Dieses Buch ist ein Spionagethriller, gar keine Frage, aber es ist auch weitaus mehr, denn es behandelt ein Thema – den Vietnamkrieg – aus einer gänzlich anderen Perspektive. Der namenlose Protagonist berichtet aus einer Art Exil von seinem Leben als kommunistischer Spion und den damit einhergehenden Absurditäten wie Verlockungen. Es zeigt sich, dass in ihm eine zutiefst gespaltene Persönlichkeit steckt. Sozusagen wortwörtlich, denn er soll einerseits als kommunistischer Spion tätig sein, andererseits aber auch seiner Arbeit als Adjutant des Generals nachgehen und ebensolche Spione ausfindig machen (und bestenfalls vielleicht sogar gleich beseitigen). Dass das Schwierigkeiten nach sich zieht ist selbstverständlich. Es fällt mir an dieser Stelle schwer, Details zu nennen, denn so würde ich einerseits zu viel vom Inhalt verraten, andererseits würde sich dies auch unmöglich in ein paar Sätzen wiedergeben lassen. Denn es ist – trotz des Stempels „Spionagethriller“ – ein anspruchsvoller Roman, der den Vietnamkrieg und die Zeit danach aus vietnamesischer Sicht thematisiert. (Also mal nicht „typisch amerikanisch“ à la „Full Metal Jacket“ oder „Good Morning, Vietnam“). Der Autor, der selbst nach dem Fall Saigons 1975 mit seinen Eltern in die USA flieht, nutzt so sicher ein wenig seine eigenen Erfahrungen, seine Sichtweise über die USA und Vietnam und deren Gegensätze. Die Schwierigkeiten, in einer fremden Welt groß zu werden und dabei die Vergangenheit der Familie und des Landes, in dem er geboren worden ist, permanent mit dabei im Hinterkopf.

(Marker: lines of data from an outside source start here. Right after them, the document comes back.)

def test_geotiff_is_read_tile_by_tile(soil, antennas, target, tmp_path, monkeypatch):
    """Opening reads no cells; the chain then sees one tile at a time and each rasterio read is one tile
    window, so memory follows the chunk, not the raster (a 20000 x 20000 region is read the same way)."""
    import dask
    from rasterio.io import DatasetReader

    tif = tmp_path / "soil.tif"
    write_geotiff(tif, [soil["moisture"], soil["clay"]], descriptions=["moisture", "clay"], units=["%", "1"])
    windows = []
    original_read = DatasetReader.read

    def spy_read(self, *args, **kwargs):
        windows.append(kwargs.get("window"))
        return original_read(self, *args, **kwargs)

    monkeypatch.setattr(DatasetReader, "read", spy_read)
    ds = scale.open_region(tif, chunk=16)
    assert windows == []  # nothing read at open
    shapes = []
    original = feasibility.evaluate

    def spy(values, *args, **kwargs):
        shapes.append(np.shape(values["moisture"]))
        return original(values, *args, **kwargs)

    monkeypatch.setattr(feasibility, "evaluate", spy)
    lazy = scale.feasibility_region(ds, antennas, target=target, target_depth_m=DEPTH, texture="loam")
    with dask.config.set(scheduler="synchronous"):
        lazy["max_depth"].compute()
    tiles = int(np.ceil(NY / 16) * np.ceil(NX / 16))
    assert len(shapes) == tiles and max(max(s) for s in shapes) <= 16
    from rasterio.windows import Window

    sizes = [Window.from_slices(*w, height=NY, width=NX) if not isinstance(w, Window) else w for w in windows]
    assert sizes and all(w.height <= 16 and w.width <= 16 for w in sizes), windows[:3]
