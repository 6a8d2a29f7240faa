"""Clay facts for the surface-conduction model: exchange capacity per clay mineral, its temperature factor."""

from __future__ import annotations

from ..errors import InputError

__all__ = ["CLAY_MINERAL_CEC", "CLAY_CEC", "SURFACE_CONDUCTANCE_TEMPERATURE_COEFFICIENT", "clay_cec_of_mineral"]

#: Cation-exchange capacity of clay minerals, eq/kg (= mol(+)/kg; 1 eq/kg = 100 cmol(+)/kg =
#: 100 meq/100 g), as (low, high) ranges.  Kaolinite 1–15, fine mica (illite) 10–40, chlorite
#: 10–40, smectite 80–150 and vermiculite 100–200 cmol(+)/kg: Brady, N. C., & Weil, R. R.
#: (2002), The Nature and Properties of Soils, 13th ed., Prentice Hall, Table 8.1 (as
#: reproduced, "adapted from Table 8.1, Brady and Weil (2002)", in a public table of CEC and
#: surface area of soil minerals; the book itself was not checked).  Halloysite (2H2O) 5–10 is
#: not in that table: Grim, R. E. (1968), Clay Mineralogy, 2nd ed., McGraw-Hill, ch. 7,
#: written down FROM MEMORY.  Before this table was sourced, kaolinite read 3–15 and
#: vermiculite 100–150 (Grim 1968, from memory).
CLAY_MINERAL_CEC = {
    "kaolinite": (0.01, 0.15),
    "halloysite": (0.05, 0.10),
    "illite": (0.10, 0.40),
    "chlorite": (0.10, 0.40),
    "smectite": (0.80, 1.50),
    "vermiculite": (1.00, 2.00),
}

#: Default clay CEC, eq/kg: the middle of the illite range of :data:`CLAY_MINERAL_CEC`
#: (Brady & Weil 2002, Table 8.1, fine mica 10–40 cmol(+)/kg); illite as the default clay of
#: temperate soils and sediments is common practice (from memory).  Was 0.5 (from memory)
#: before it was tied to the table.
CLAY_CEC = 0.25

#: Linear temperature coefficient of the Waxman–Smits counter-ion conductance B, 1/°C.
#: The surface conduction of clays follows the mobility of the counter-ions in the
#: pore water, so B is given the same ~2 %/°C as the electrolyte (Revil, A., Cathles,
#: L. M., Losh, S., & Nunn, J. A. (1998), Electrical conductivity in shaly sands with
#: geophysical applications, JGR 103(B10), 23925–23936, doi:10.1029/98JB02125; from memory).
SURFACE_CONDUCTANCE_TEMPERATURE_COEFFICIENT = 0.02


def clay_cec_of_mineral(mineral: str) -> float:
    """CEC of a named clay mineral in eq/kg: the middle of its range in :data:`CLAY_MINERAL_CEC`.

    Raises
    ------
    InputError
        For a name not in the table (the message lists the allowed names).
    """
    key = str(mineral).strip().lower()
    if key == "montmorillonite":
        key = "smectite"
    if key not in CLAY_MINERAL_CEC:
        raise InputError(f"clay_mineral {mineral!r} is not in the CEC table; allowed: "
                         f"{', '.join(CLAY_MINERAL_CEC)}")
    lo, hi = CLAY_MINERAL_CEC[key]
    return 0.5 * (lo + hi)
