def _velocity(args, staged: dict) -> tuple[dict, str]:
    import numpy as np

    from ..errors import InputError
    from ..interpretation.layered_cmp import fit_flags
    from ..interpretation.velocity import dix_interval_velocities, fit_cmp, fit_hyperbola
    from ..io import picks
    from ..io.outputs import CAUTION, Column, format_table
    from ..units import parse_quantity

    def q(text, kind, unit, name):
        return parse_quantity(text, kind, default_unit=unit, name=name)

    calib = args.known_depth is not None or args.twt is not None
    if calib == bool(args.picks):
        raise InputError("give either --picks CSV, or --known-depth with --twt for a calibration target")
    fits, panels, dix, layered, warnings = [], [], None, None, []
    if calib:
        if args.known_depth is None or args.twt is None:
            raise InputError("a calibration target needs both --known-depth and --twt")
        if args.figure:
            raise InputError("--figure needs --picks (a calibration target has no curve to draw)")
        fits.append(_calibration(args, q))
        method = "calibration"
    else:
        offset = q(args.offset, "length", "m", "--offset")
        if offset < 0:
            raise InputError(f"--offset (antenna separation) must be >= 0 m, got {args.offset!r}")
        tz = q(args.time_zero, "time", "ns", "--time-zero")
        if str(args.radius).strip().lower() == "fit":
            radius = None
        else:
            try:
                radius = q(args.radius, "length", "m", "--radius")
            except InputError as exc:
                raise InputError(f"{exc}, or 'fit' to fit the radius") from None
        method = args.method
        if method == "auto":
            from pathlib import Path

            head = [ln for ln in Path(args.picks).read_text(encoding="utf-8-sig").splitlines()
                    if ln.strip() and not ln.lstrip().startswith("#")][:1] if Path(args.picks).exists() else []
            method = "cmp" if head and "offset_m" in [h.strip() for h in head[0].split(",")] else "hyperbola"
        table = picks.read_picks(args.picks, kind=method)
        ids = table.target if table.target is not None else ["all"] * len(table)
        order = list(dict.fromkeys(ids))
        if args.target:
            unknown = [t for t in args.target if t not in order]
            if unknown:
                raise InputError(f"--target {unknown[0]!r} is not in {args.picks} (targets: {', '.join(order)})")
            order = [t for t in order if t in args.target]
        cmp_picks = []
        for tid in order:
            sel = np.array([i == tid for i in ids])
            rows = table.rows[sel]
            where = f"{args.picks}, target {tid!r} (rows {rows.min()}–{rows.max()})"
            try:
                if method == "hyperbola":
                    f = fit_hyperbola(table.distance_m[sel], table.twt_s[sel], radius_m=radius, offset_m=offset,
                                      time_zero_s=tz)
                else:
                    f = fit_cmp(table.offset_m[sel], table.twt_s[sel] - tz)
            except InputError as exc:
                raise InputError(f"{where}: {exc}") from None
            except Exception as exc:
                from ..errors import SubsurfError

                if isinstance(exc, SubsurfError):
                    raise type(exc)(f"{where}: {exc}") from None
                raise
            rec = {"target": tid, "method": method, "velocity_m_per_ns": f.velocity * 1e-9,
                   "velocity_se_m_per_ns": f.velocity_se * 1e-9, "permittivity": (299792458.0 / f.velocity) ** 2,
                   "rms_ns": f.rms_s * 1e9, "n_picks": f.n_picks, "rows": rows}
            xs = table.distance_m[sel] if method == "hyperbola" else table.offset_m[sel]
            cx = np.linspace(xs.min(), xs.max(), 200)
            if method == "hyperbola":
                rec.update({"x0_m": f.x0, "x0_se_m": f.x0_se, "depth_m": f.depth, "depth_se_m": f.depth_se,
                            "radius_m": f.radius, "radius_se_m": f.radius_se if f.radius_fitted else None,
                            "radius_fitted": f.radius_fitted, "offset_m": offset, "time_zero_ns": tz * 1e9,
                            "downweighted": [{"row": int(rows[i]), "weight": float(f.weights[i]),
                                              "residual_ns": float(f.residuals_s[i] * 1e9)} for i in f.downweighted],
                            "outliers": [{"row": int(rows[i]), "residual_ns": float(f.residuals_s[i] * 1e9),
                                          "studentized": float(f.studentized[i])} for i in f.outliers],
                            "outlier_rule": f"|externally studentized residual| > {f.outlier_threshold:.2f} "
                                            "(flags 1 % of clean picks)"})
                rec["flags"] = fit_flags(list(f.parameters), [getattr(f, n) for n in f.parameters], f.covariance,
                                         positions=("x0",))
                curve = (f.twt(cx) + tz) * 1e9
                label = (f"{tid}: v = {f.velocity * 1e-9:.4f} ± {f.velocity_se * 1e-9:.4f} m/ns, "
                         f"depth {f.depth:.3f} ± {f.depth_se:.3f} m")
                weight = f.weights
            else:
                rec.update({"t0_ns": f.t0 * 1e9, "t0_se_ns": f.t0_se * 1e9, "depth_m": f.depth,
                            "depth_se_m": f.depth_se, "depth_method": "v_rms·t0/2 (homogeneous ground above)",
                            "time_zero_ns": tz * 1e9, "max_offset_m": float(xs.max()),
                            "flags": fit_flags(["velocity", "t0"], [f.velocity, f.t0], f.covariance)})
                cmp_picks.append((table.offset_m[sel], table.twt_s[sel] - tz))
                curve = (f.twt(cx) + tz) * 1e9
                label = f"{tid}: v_rms = {f.velocity * 1e-9:.4f} ± {f.velocity_se * 1e-9:.4f} m/ns, t0 {f.t0 * 1e9:.2f} ns"
                weight = np.ones(f.n_picks)
            fits.append(rec)
            panels.append({"x": xs, "t_ns": table.twt_s[sel] * 1e9, "curve_x": cx, "curve_t_ns": curve,
                           "residual_ns": f.residuals_s * 1e9, "weight": weight, "label": label,
                           "xlabel": "distance along line (m)" if method == "hyperbola" else "antenna separation (m)"})
        if method == "cmp" and len(fits) > 1:
            srt = sorted(fits, key=lambda r: r["t0_ns"])
            iv = dix_interval_velocities([r["t0_ns"] * 1e-9 for r in srt], [r["velocity_m_per_ns"] * 1e9 for r in srt],
                                         t0_se=[r["t0_se_ns"] * 1e-9 for r in srt],
                                         rms_velocity_se=[r["velocity_se_m_per_ns"] * 1e9 for r in srt])
            dix = [{"reflector": r["target"], "interval_velocity_m_per_ns": float(v) * 1e-9,
                    "interval_velocity_se_m_per_ns": float(s) * 1e-9, "thickness_m": float(h),
                    "thickness_se_m": float(hs)}
                   for r, v, s, h, hs in zip(srt, iv.velocity, iv.velocity_se, iv.thickness, iv.thickness_se)]
            layered, more = _layered_model(fits, cmp_picks, args.picks)
            warnings += more

    written = []
    if args.figure:
        from ..io.fig_velocity import velocity_fit_figure

        velocity_fit_figure(panels, staged["figure"], title=f"{method} fit: {args.picks}")
        written.append(args.figure)
    payload = {"caution": CAUTION, "method": method, "fits": fits}
    if dix:
        payload["interval_velocities"] = dix
    if layered:
        payload["layered_model"] = layered
    if warnings:
        payload["warnings"] = warnings
    if args.out_csv:
        keys = ["target", "method", "velocity_m_per_ns", "velocity_se_m_per_ns", "permittivity", "x0_m", "x0_se_m",
                "t0_ns", "t0_se_ns", "depth_m", "depth_se_m", "radius_m", "radius_se_m", "rms_ns", "n_picks"]
        keys = [k for k in keys if any(k in r for r in fits)]
        from ..io.tables import sidecar_listing, write_table_files

        write_table_files(args.out_csv, fits, [_csv_columns()[k] for k in keys],
                          title=f"subsurf velocity: {method} fits of {args.picks}", force=True, targets=staged["csv"])
        written += sidecar_listing(args.out_csv, staged["csv"])
    if args.out_json:
        import json

        from ..io.outputs import atomic_write_text, to_jsonable

        atomic_write_text(staged["json"], json.dumps(to_jsonable({**payload, "written": written}), indent=2,
                                                     allow_nan=False) + "\n", force=True)
        written.append(args.out_json)
    payload["written"] = written

    cols = [Column("target", "target"), Column("velocity_m_per_ns", "velocity", "m/ns", ".4f"),
            Column("velocity_se_m_per_ns", "± se", "m/ns", ".4f"), Column("permittivity", "ε apparent", "", ".2f")]
    if method == "hyperbola":
        cols += [Column("x0_m", "apex x", "m", ".3f"), Column("x0_se_m", "± se", "m", ".3f"),
                 Column("depth_m", "depth to top", "m", ".3f"), Column("depth_se_m", "± se", "m", ".3f"),
                 Column("radius_m", "radius", "m", ".3f")]
        if any(r.get("radius_fitted") for r in fits):
            cols.append(Column("radius_se_m", "± se", "m", ".3f"))
        cols += [Column("rms_ns", "rms", "ns", ".2f"),
                 Column("n_picks", "picks")]
    elif method == "cmp":
        cols += [Column("t0_ns", "t0", "ns", ".2f"), Column("t0_se_ns", "± se", "ns", ".2f"),
                 Column("depth_m", "depth", "m", ".3f"), Column("depth_se_m", "± se", "m", ".3f"),
                 Column("rms_ns", "rms", "ns", ".2f"), Column("n_picks", "picks")]
    else:
        cols += [Column("depth_m", "known depth", "m", ".3f"), Column("twt_ns", "twt", "ns", ".2f")]
    text = [format_table(fits, cols, title=f"Velocity ({method})")]
    for r in fits:
        weights = {d["row"]: d["weight"] for d in r.get("downweighted", [])}
        for d in r.get("outliers", []):
            text.append(f"  {r['target']}: row {d['row']} residual {d['residual_ns']:+.2f} ns, studentized "
                        f"{d['studentized']:+.1f} > {r['outlier_rule'].split('> ')[1].split(' ')[0]}, weight "
                        f"{weights.get(d['row'], 1.0):.2f} - check this pick")
        if r.get("radius_fitted"):
            text.append(f"  {r['target']}: radius fitted {r['radius_m']:.3f} ± {r['radius_se_m']:.3f} m")
        for flag in r.get("flags", []):
            text.append(f"  {r['target']}: {flag}")
    if layered:
        rows_l = [{"layer": f"above {name}", "v": v, "vse": vs, "h": h, "hse": hs, "z": z, "zse": zs}
                  for name, v, vs, h, hs, z, zs in zip(layered["reflectors"], layered["velocity_m_per_ns"],
                                                       layered["velocity_se_m_per_ns"], layered["thickness_m"],
                                                       layered["thickness_se_m"], layered["reflector_depth_m"],
                                                       layered["reflector_depth_se_m"])]
        text += ["", format_table(rows_l, [Column("layer", "layer"), Column("v", "interval v", "m/ns", ".4f"),
                                           Column("vse", "± se", "m/ns", ".4f"), Column("h", "thickness", "m", ".3f"),
                                           Column("hse", "± se", "m", ".3f"), Column("z", "reflector depth", "m", ".3f"),
                                           Column("zse", "± se", "m", ".3f")],
                                  title="Layered model (all reflectors fitted with ray-traced times, Snell's law)"),
                 "  depths in the CMP table above are from this model; for comparison the Dix (t²–x²) "
                 "thicknesses are " + ", ".join(f"{d['thickness_m']:.3f}" for d in dix) + " m"]
        for flag in layered["flags"]:
            text.append(f"  layered model: {flag}")
    for w in warnings:
        text.append(f"WARNING: {w}")
    if any(r.get("outliers") for r in fits):
        text.append("check-this-pick rule: |externally studentized residual| above the Student-t point that "
                    "flags 1 % of clean picks")
    text.append("standard errors: fit covariance scaled by the picks' own residuals"
                if not calib else "standard error: first order from the depth, pick and time-zero uncertainties")
    if written:
        text.append("wrote: " + ", ".join(written))
    text += ["", "CAUTION: " + CAUTION]
    return payload, "\n".join(text)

Ja, es ist ein politisches Buch, aber doch schafft es Viet Thanh Nguyen dies mit seiner bildhaften Sprache, den spannenden Szenenwechseln und dem ab und an aufblitzenden Humor den|die Leser|in fast vergessen zu lassen. Manchmal hat mich die teilweise leicht vulgäre, grobe Sprache oder auch die ein oder andere Szene etwas abgeschreckt – auch wenn man beides mit einer gewissen Ironie betrachten und lesen sollte. Es ist jedoch passend zur Thematik und letztlich einfach Geschmackssache.

Wer nun denkt, in diesem Roman würde die Perspektive einfach bloß umgedreht werden, der irrt. Viet Thanh Nguyen macht es sich nicht einfach, sondern versucht beide Seiten – die vietnamesische und amerikanische – zu beleuchten, das macht alleine schon seine im äußersten Zwiespalt steckende Hauptfigur deutlich. Ein sehr lesenswerter, durch und durch spannender Roman, bei dem wir auf eine Fortsetzung hoffen dürfen.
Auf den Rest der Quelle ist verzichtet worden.